In the rest of the world, many countries have adopted some form of fiscal rule to discipline their tax and spending choices – including caps on budget deficits (with or without adjustment for the business cycle) or on debt.

What’s absurd is the particular form of America’s debt-ceiling rule. The ceiling is set at a fixed dollar value, so it’s certain to be breached at some point either because of inflation or economic growth. Bear in mind, in a growing economy, a small budget deficit probably implies stable or falling debt as a ratio of gross domestic product. Fiscal policy as cautious and conservative as that will nonetheless breach a nominal-dollar debt ceiling.

No plausible rationale exists for the U.S. approach. Moreover, the threat of imminent default – the only sanction envisaged by the rule – is so extreme it’s barely credible.

Everybody expects the debt ceiling to be raised in the end, as it always has been, so it imposes zero discipline when fiscal decisions are first being made. Taxes and spending are set as though the rule simply didn’t exist.

Yet once relations between the parties in Washington sink to a certain point, the rule can be used, like now, as a tool for reckless fiscal brinkmanship. It’s the worst possible combination. The rule has no effect when it counts – and when a more sensibly designed restraint might be useful. Later, it becomes a doomsday machine.

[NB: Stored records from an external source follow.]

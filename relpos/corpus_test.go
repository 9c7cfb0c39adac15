package relpos

import (
	"bytes"
	"context"
	"os"
	"path/filepath"
	"reflect"
	"testing"

	"github.com/relshard/relshard/ingest"
	"github.com/relshard/relshard/tokenize"
)

// writePiece writes a small piece as a Standard MIDI File: a melody, a bass line and a
// drum part, seeded so that files differ.
func writePiece(t *testing.T, path string, seed int) {
	t.Helper()
	p := &ingest.Piece{Format: 1, TicksPerQuarter: 480}
	for i := range 120 {
		tick := int64(i) * 240
		p.Notes = append(p.Notes,
			ingest.Note{StartTick: tick, EndTick: tick + 200, Pitch: uint8(60 + (i*seed)%17), Velocity: 80, Channel: 0, Program: 0},
			ingest.Note{StartTick: tick, EndTick: tick + 100, Pitch: 36, Velocity: 90, Channel: 9, Drum: true})
		if i%4 == 0 {
			p.Notes = append(p.Notes, ingest.Note{StartTick: tick, EndTick: tick + 900, Pitch: uint8(36 + seed%5), Velocity: 70, Channel: 1, Program: 33})
		}
	}
	var buf bytes.Buffer
	if err := tokenize.WriteSMF(&buf, p); err != nil {
		t.Fatal(err)
	}
	if err := os.WriteFile(path, buf.Bytes(), 0o644); err != nil {
		t.Fatal(err)
	}
}

// corpusConfig keeps drums, cuts short windows and augments, so that every path of the
// counting is taken.
func corpusConfig() tokenize.Config {
	tc := tokenize.DefaultConfig()
	tc.Drums = tokenize.DrumsKeep
	tc.MaxLen, tc.MinLen = 200, 16
	tc.Transpose = []int{0, 3}
	return tc
}

// TestCountCorpus counts a small corpus (two pieces, an exact duplicate and a damaged
// file) and compares with an independent path: ingest.Parse, Encoder.Windows and the
// naive O(L²) count of every window. The result must not depend on the workers.
func TestCountCorpus(t *testing.T) {
	dir := t.TempDir()
	writePiece(t, filepath.Join(dir, "a.mid"), 3)
	writePiece(t, filepath.Join(dir, "b.mid"), 5)
	data, err := os.ReadFile(filepath.Join(dir, "a.mid"))
	if err != nil {
		t.Fatal(err)
	}
	if err := os.WriteFile(filepath.Join(dir, "c.mid"), data, 0o644); err != nil { // exact duplicate of a
		t.Fatal(err)
	}
	if err := os.WriteFile(filepath.Join(dir, "d.mid"), data[:40], 0o644); err != nil { // truncated
		t.Fatal(err)
	}
	cfg := DefaultConfig()
	cfg.Joint = true
	tc := corpusConfig()

	// Independent expectation.
	c, err := NewCounter(cfg)
	if err != nil {
		t.Fatal(err)
	}
	enc, err := tokenize.NewEncoder(tc)
	if err != nil {
		t.Fatal(err)
	}
	want, windows := naiveTotal(t, c, enc, []string{filepath.Join(dir, "a.mid"), filepath.Join(dir, "b.mid")})
	if windows < 4 {
		t.Fatalf("only %d windows", windows)
	}

	var first Counts
	for _, workers := range []int{1, 3} {
		opt := CorpusOptions{Scan: ingest.DefaultOptions(), Tokens: tc, Workers: workers}
		opt.Scan.Workers = workers
		corpus, err := CountCorpus(context.Background(), []ingest.Source{{Path: dir, Dataset: "synth"}}, cfg, opt)
		if err != nil {
			t.Fatal(err)
		}
		got := [4]int64{corpus.Files, corpus.Counted, corpus.Duplicates, int64(len(corpus.Skipped))}
		if got != [4]int64{4, 2, 1, 1} || corpus.Skipped[0].Path != "d.mid" || corpus.Total.Windows != int64(windows) {
			t.Fatalf("workers %d: files, counted, duplicates, skipped = %v (%+v), windows %d; want [4 2 1 1], d.mid, %d",
				workers, got, corpus.Skipped, corpus.Total.Windows, windows)
		}
		counts := c.Counts(corpus.Total)
		if !reflect.DeepEqual(counts, want) {
			t.Fatalf("workers %d: corpus counts differ from the naive count of the parsed windows", workers)
		}
		if ds := corpus.Datasets["synth"]; ds == nil || !reflect.DeepEqual(c.Counts(ds), want) {
			t.Fatalf("workers %d: dataset breakdown differs", workers)
		}
		if workers == 1 {
			first = counts
		} else if !reflect.DeepEqual(first, counts) {
			t.Fatal("counts depend on the number of workers")
		}
		rep := corpus.Report()
		if rep.TimeUnit != "ms" || len(rep.Datasets) != 1 || rep.Joint == nil || len(rep.Instruments) != 2 {
			t.Fatalf("report: unit %q, %d datasets, joint %v, %d classes", rep.TimeUnit, len(rep.Datasets), rep.Joint != nil, len(rep.Instruments))
		}
	}
}

// eachWindow parses each file at paths and calls fn with every window enc cuts from
// its pieces.
func eachWindow(t testing.TB, enc *tokenize.Encoder, paths []string, fn func(tokenize.Window) error) {
	t.Helper()
	for _, p := range paths {
		data, err := os.ReadFile(p)
		if err != nil {
			t.Fatal(err)
		}
		pieces, err := ingest.Parse(filepath.Base(p), data, ingest.DefaultParseOptions())
		if err != nil {
			t.Fatal(err)
		}
		for i := range pieces {
			if err := enc.Windows(&pieces[i], fn); err != nil {
				t.Fatal(err)
			}
		}
	}
}

// naiveTotal is the naive count (the reference) summed over every window of the
// files at paths, and the number of windows.
func naiveTotal(t testing.TB, c *Counter, enc *tokenize.Encoder, paths []string) (Counts, int) {
	t.Helper()
	var total Counts
	windows := 0
	eachWindow(t, enc, paths, func(w tokenize.Window) error {
		got, err := c.CountNaive(w.Tokens)
		if windows == 0 {
			total = got
		} else {
			total.add(got)
		}
		windows++
		return err
	})
	return total, windows
}

// openMSXDir holds the MIDI files of Debian's openttd-openmsx package.
const openMSXDir = "/usr/share/games/openttd/baseset/openmsx"

// TestCountCorpusOpenMSX counts the real files of Debian's openttd-openmsx package
// (General MIDI pieces) and checks the exact counts against the naive count of the same
// windows; it skips when the package is absent.
func TestCountCorpusOpenMSX(t *testing.T) {
	files, _ := filepath.Glob(filepath.Join(openMSXDir, "*.mid"))
	if len(files) == 0 {
		if os.Getenv("RELSHARD_REQUIRE_REFS") == "1" {
			t.Fatal("openttd-openmsx files missing (install Debian's openttd-openmsx)")
		}
		t.Skip("openttd-openmsx files missing (install Debian's openttd-openmsx)")
	}
	cfg := DefaultConfig()
	tc := corpusConfig()
	tc.MaxLen = 512
	c, err := NewCounter(cfg)
	if err != nil {
		t.Fatal(err)
	}
	enc, err := tokenize.NewEncoder(tc)
	if err != nil {
		t.Fatal(err)
	}
	// Naive counts are O(L²): keep to the first three files.
	want, n := naiveTotal(t, c, enc, files[:3])
	var sources []ingest.Source
	for _, f := range files[:3] {
		sources = append(sources, ingest.Source{Path: f, Dataset: "openmsx"})
	}
	opt := CorpusOptions{Scan: ingest.DefaultOptions(), Tokens: tc, Workers: 2}
	corpus, err := CountCorpus(context.Background(), sources, cfg, opt)
	if err != nil {
		t.Fatal(err)
	}
	if corpus.Total.Windows != int64(n) || !reflect.DeepEqual(c.Counts(corpus.Total), want) {
		t.Fatalf("openmsx: %d windows counted, naive %d; counts equal %v", corpus.Total.Windows, n,
			reflect.DeepEqual(c.Counts(corpus.Total), want))
	}
}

Some of its defenders argue that, messy and dangerous as the process may be, the occasional threat of crisis does at least apply some downward pressure to borrowing. At the very least, they say, it’s a chance to lodge a complaint. As a senator, Obama voted against raising the debt ceiling in protest at George W. Bush’s budgets.

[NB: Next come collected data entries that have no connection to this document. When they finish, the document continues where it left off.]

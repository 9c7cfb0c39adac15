package relpos

import (
	"context"
	"fmt"
	"hash/fnv"
	"runtime"
	"sync"

	"golang.org/x/sync/errgroup"

	"github.com/relshard/relshard/ingest"
	"github.com/relshard/relshard/tokenize"
)

// CorpusOptions say how to read and encode a corpus for counting.
type CorpusOptions struct {
	// Scan are the ingest options (Workers included); with the same options, tokens
	// config and duplicate handling as an export, the windows counted are the
	// windows it writes.
	Scan ingest.Options
	// Tokens is the encoding, window and augmentation config.
	Tokens tokenize.Config
	// Workers encode and count files at once; 0 means runtime.NumCPU(). The counts
	// are the same for every value.
	Workers int
	// Progress, when set, is called after each input file, never concurrently.
	Progress func(files, windows int64)
}

// SkippedFile is an input file whose windows were not counted, and why.
type SkippedFile struct {
	Dataset string `json:"dataset"`
	Path    string `json:"path"`
	Reason  string `json:"reason"`
}

// Corpus is the outcome of counting a corpus.
type Corpus struct {
	Counter  *Counter
	Total    *Tally
	Datasets map[string]*Tally // by dataset name
	TimeUnit string            // unit of time offsets: ms or grid
	Files    int64             // input files read
	Counted  int64             // files whose windows were counted
	// Duplicates are files not counted because they duplicate an earlier one (unless
	// kept, see ingest.Options.KeepDuplicates).
	Duplicates int64
	Skipped    []SkippedFile // in scan order
}

// Report returns the coverage report of the corpus, with the per-dataset breakdown.
func (c *Corpus) Report() *Report {
	return c.Counter.ReportDatasets(c.Total, c.Datasets, c.TimeUnit)
}

// CountCorpus scans the sources (ingest.Scan), encodes every piece with notes of every
// kept file into windows (tokenize.Encoder.Windows, the windows export writes) and
// counts their pairs: exactly, or sampled when cfg.Sample is set. A file whose pieces
// fail to encode is skipped whole, as export skips it. The counts do not depend on
// the number of workers.
func CountCorpus(ctx context.Context, sources []ingest.Source, cfg Config, opt CorpusOptions) (*Corpus, error) {
	first, err := NewCounter(cfg)
	if err != nil {
		return nil, err
	}
	enc, err := tokenize.NewEncoder(opt.Tokens)
	if err != nil {
		return nil, err
	}
	workers := opt.Workers
	if workers <= 0 {
		workers = runtime.NumCPU()
	}
	out := &Corpus{Counter: first, Total: first.NewTally(), Datasets: map[string]*Tally{}, TimeUnit: enc.TimeUnit()}

	type job struct {
		seq int
		r   *ingest.Result
	}
	g, gctx := errgroup.WithContext(ctx)
	jobs := make(chan job, workers)
	g.Go(func() error {
		defer close(jobs)
		seq := 0
		return ingest.Scan(gctx, sources, opt.Scan, func(r *ingest.Result) error {
			select {
			case jobs <- job{seq, r}:
				seq++
				return nil
			case <-gctx.Done():
				return gctx.Err()
			}
		})
	})
	var mu sync.Mutex
	var windows int64
	skipped := map[int]SkippedFile{}
	for range workers {
		g.Go(func() error {
			counter, err := NewCounter(cfg)
			if err != nil {
				return err
			}
			enc, err := tokenize.NewEncoder(opt.Tokens)
			if err != nil {
				return err
			}
			for j := range jobs {
				d := countFile(counter, enc, j.r)
				j.r.Release()
				mu.Lock()
				out.Files++
				if d.skipped != nil {
					skipped[j.seq] = *d.skipped
				}
				if d.dup {
					out.Duplicates++
				}
				if d.tally != nil {
					out.Counted++
					windows += d.tally.Windows
					out.Total.Add(d.tally)
					ds := out.Datasets[d.dataset]
					if ds == nil {
						ds = first.NewTally()
						out.Datasets[d.dataset] = ds
					}
					ds.Add(d.tally)
				}
				if opt.Progress != nil {
					opt.Progress(out.Files, windows)
				}
				mu.Unlock()
			}
			return nil
		})
	}
	if err := g.Wait(); err != nil {
		return nil, err
	}
	for seq := range out.Files {
		if s, ok := skipped[int(seq)]; ok {
			out.Skipped = append(out.Skipped, s)
		}
	}
	return out, nil
}

// fileOutcome is what counting one scanned file gave.
type fileOutcome struct {
	dataset string
	tally   *Tally
	skipped *SkippedFile
	dup     bool
}

// countFile counts the windows of one scanned file into a fresh tally, so that a file
// that fails half-way adds nothing.
func countFile(c *Counter, enc *tokenize.Encoder, r *ingest.Result) (d fileOutcome) {
	rec := &r.Record
	d.dataset = rec.Dataset
	if r.Err != nil || rec.Status == ingest.StatusSkipped {
		reason := rec.Reason
		if reason == "" && r.Err != nil {
			reason = r.Err.Error()
		}
		d.skipped = &SkippedFile{Dataset: rec.Dataset, Path: rec.Path, Reason: reason}
		return d
	}
	if len(r.Pieces) == 0 {
		d.dup = rec.DuplicateOf != ""
		return d
	}
	t := c.NewTally()
	for i := range r.Pieces {
		pc := &r.Pieces[i]
		if len(pc.Notes) == 0 {
			continue
		}
		err := enc.Windows(pc, func(w tokenize.Window) error {
			if t.sampled {
				return c.Sample(t, w.Tokens, windowKey(rec, pc.Index, w))
			}
			return c.Count(t, w.Tokens)
		})
		if err != nil {
			d.skipped = &SkippedFile{Dataset: rec.Dataset, Path: rec.Path, Reason: fmt.Sprintf("encode piece %d: %v", pc.Index, err)}
			return d
		}
	}
	d.tally = t
	return d
}

// windowKey identifies a window for sampling: its file, piece, variant and index.
func windowKey(rec *ingest.FileRecord, piece int, w tokenize.Window) uint64 {
	h := fnv.New64a()
	fmt.Fprintf(h, "%s\x00%d\x00%s\x00%d", rec.Key(), piece, w.Variant, w.Index)
	return h.Sum64()
}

These justifications aren’t persuasive. Up to now, the rule simply hasn’t worked as its defenders claim. True, the debt-ceiling impasse of 2011 gave rise to the fiscal cliff and its commitment to (unduly severe) fiscal contraction – but see what just happened. Congress reversed the commitment.

The debt-ceiling rule is a formula for getting nothing done at inordinate cost. It would be a bad way to make fiscal policy even if the recurring threat of default succeeded in getting spending and borrowing under control. So far, it hasn’t.

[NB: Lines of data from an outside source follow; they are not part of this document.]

package relpos_test

import (
	"encoding/json"
	"fmt"
	"os"

	"github.com/relshard/relshard/relpos"
	"github.com/relshard/relshard/tokenize"
)

func ExampleLinear() {
	s, _ := relpos.Linear(1, 7) // clip(trunc(Δ/1), −7, 7) + 7
	for _, d := range []int64{-20, -8, -7, -3, 0, 3, 9} {
		fmt.Printf("Δ=%d bucket %d saturation %d\n", d, s.Bucket(d), s.Saturation(d))
	}
	// Output:
	// Δ=-20 bucket 0 saturation -1
	// Δ=-8 bucket 0 saturation -1
	// Δ=-7 bucket 0 saturation 0
	// Δ=-3 bucket 4 saturation 0
	// Δ=0 bucket 7 saturation 0
	// Δ=3 bucket 10 saturation 0
	// Δ=9 bucket 14 saturation 1
}

func ExampleLog() {
	// The buckets of Raffel et al. 2020 with 32 buckets up to 128, bidirectional.
	s, _ := relpos.Log(32, 128, 0, relpos.Bidirectional)
	for _, d := range []int64{-1, -16, -32, -128, 1, 16} {
		fmt.Printf("%d→%d ", d, s.Bucket(d))
	}
	fmt.Println()
	// Output:
	// -1→1 -16→10 -32→12 -128→15 1→17 16→26
}

func ExampleScheme_Table() {
	s, _ := relpos.Linear(10, 1)
	data, _ := json.Marshal(s.Table())
	fmt.Println(string(data))
	// Output:
	// {"name":"linear:width=10,clip=1","scheme":"linear","offset":"key - query","buckets":3,"width":10,"clip":1,"ranges":[{"from":null,"to":-20,"bucket":0,"saturated":"low"},{"from":-19,"to":-10,"bucket":0},{"from":-9,"to":9,"bucket":1},{"from":10,"to":19,"bucket":2},{"from":20,"to":null,"bucket":2,"saturated":"high"}]}
}

func ExampleParseScheme() {
	spec, err := relpos.ParseScheme("log:buckets=32,max=128")
	if err != nil {
		fmt.Println(err)
		return
	}
	s, _ := spec.Build(relpos.Causal)
	fmt.Println(s.Name, s.Buckets())
	_, err = relpos.ParseScheme("linear:width=2")
	fmt.Println(err)
	// Output:
	// log:buckets=32,max=128,exact=16,direction=causal 32
	// parse scheme "linear:width=2": linear needs clip=K
}

// Count the ten-token window of the trade example: bidirectional pairs clipped at 7.
func ExampleCounter() {
	cfg := relpos.DefaultConfig()
	cfg.Pairs = relpos.Bidirectional
	cfg.Distance = []relpos.SchemeSpec{{Scheme: relpos.TypeLinear, Width: 1, Clip: func() *int { k := 7; return &k }()}}
	c, err := relpos.NewCounter(cfg)
	if err != nil {
		fmt.Println(err)
		return
	}
	tally := c.NewTally()
	window := make([]tokenize.Token, 10)
	for i := range window {
		window[i] = tokenize.Token{Time: int32(10 * i), Pitch: int16(60 + i), Inst: 0}
	}
	if err := c.Count(tally, window); err != nil {
		fmt.Println(err)
		return
	}
	d := c.Report(tally, "ms").Distance
	s := d.Schemes[0]
	fmt.Printf("pairs %d inside %d (%.0f%%) saturated %d+%d, |Δ| p50 %d max %d\n",
		s.Pairs, s.Inside, 100*s.InsideShare, s.SatLow, s.SatHigh, d.Quantiles[0].Value, d.Max)
	// Output:
	// pairs 100 inside 94 (94%) saturated 3+3, |Δ| p50 3 max 9
}

func ExampleWriteTables() {
	s, _ := relpos.EdgesScheme([]int64{-100, -10, 0, 1})
	t := s.Table()
	t.Kind = "time"
	relpos.WriteTables(os.Stdout, []relpos.Table{t})
	// Output:
	// time edges:-100,-10,0,1: 3 buckets, offset = key - query
	// from  to    bucket  saturated
	// -inf  -101  0       low
	// -100  -11   0       -
	// -10   -1    1       -
	// 0     0     2       -
	// 1     +inf  2       high
}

At the moment, Republicans are more committed to the politics of protest and dysfunction than to cautious fiscal policy. But if that should ever change, they might think about proposing a different fiscal rule – maybe even one that many Democrats could embrace.

Several variants are possible. One would cap growth in federal spending at the trend rate of growth of the economy. This would let spending rise during recessions and curb its expansion during booms, thus allowing scope for Keynesian countercyclical policy. However, this approach requires agreement on the normal level of spending, and that won’t be easy to achieve.

A more elastic rule is the so-called debt brake, as used in Switzerland. This would tie growth in spending to growth in business-cycle-adjusted tax revenues. Using this approach, structural spending (i.e., spending at full employment) can grow faster than the economy, but only if taxes are raised at the same time.

A debt brake wouldn’t directly limit the size of government, but it would restrain deficits and public debt. It would also force Washington to be more honest about the tax implications of higher spending and the spending implications of lower taxes.

Budget forecasting is an imprecise business, so second-guessing once the facts are in would still be needed, and policy would have to be adjusted on the fly. However, the first requirement of any fiscal rule is that it guides budget deliberations from the start. The second requirement is that its correction mechanism, discretionary or automatic, is moderate enough to be credible. Defaulting on public debt doesn’t qualify.

Done right, the debt-brake approach passes these tests. The debt-ceiling rule by its very design fails both, and that’s why it should be scrapped.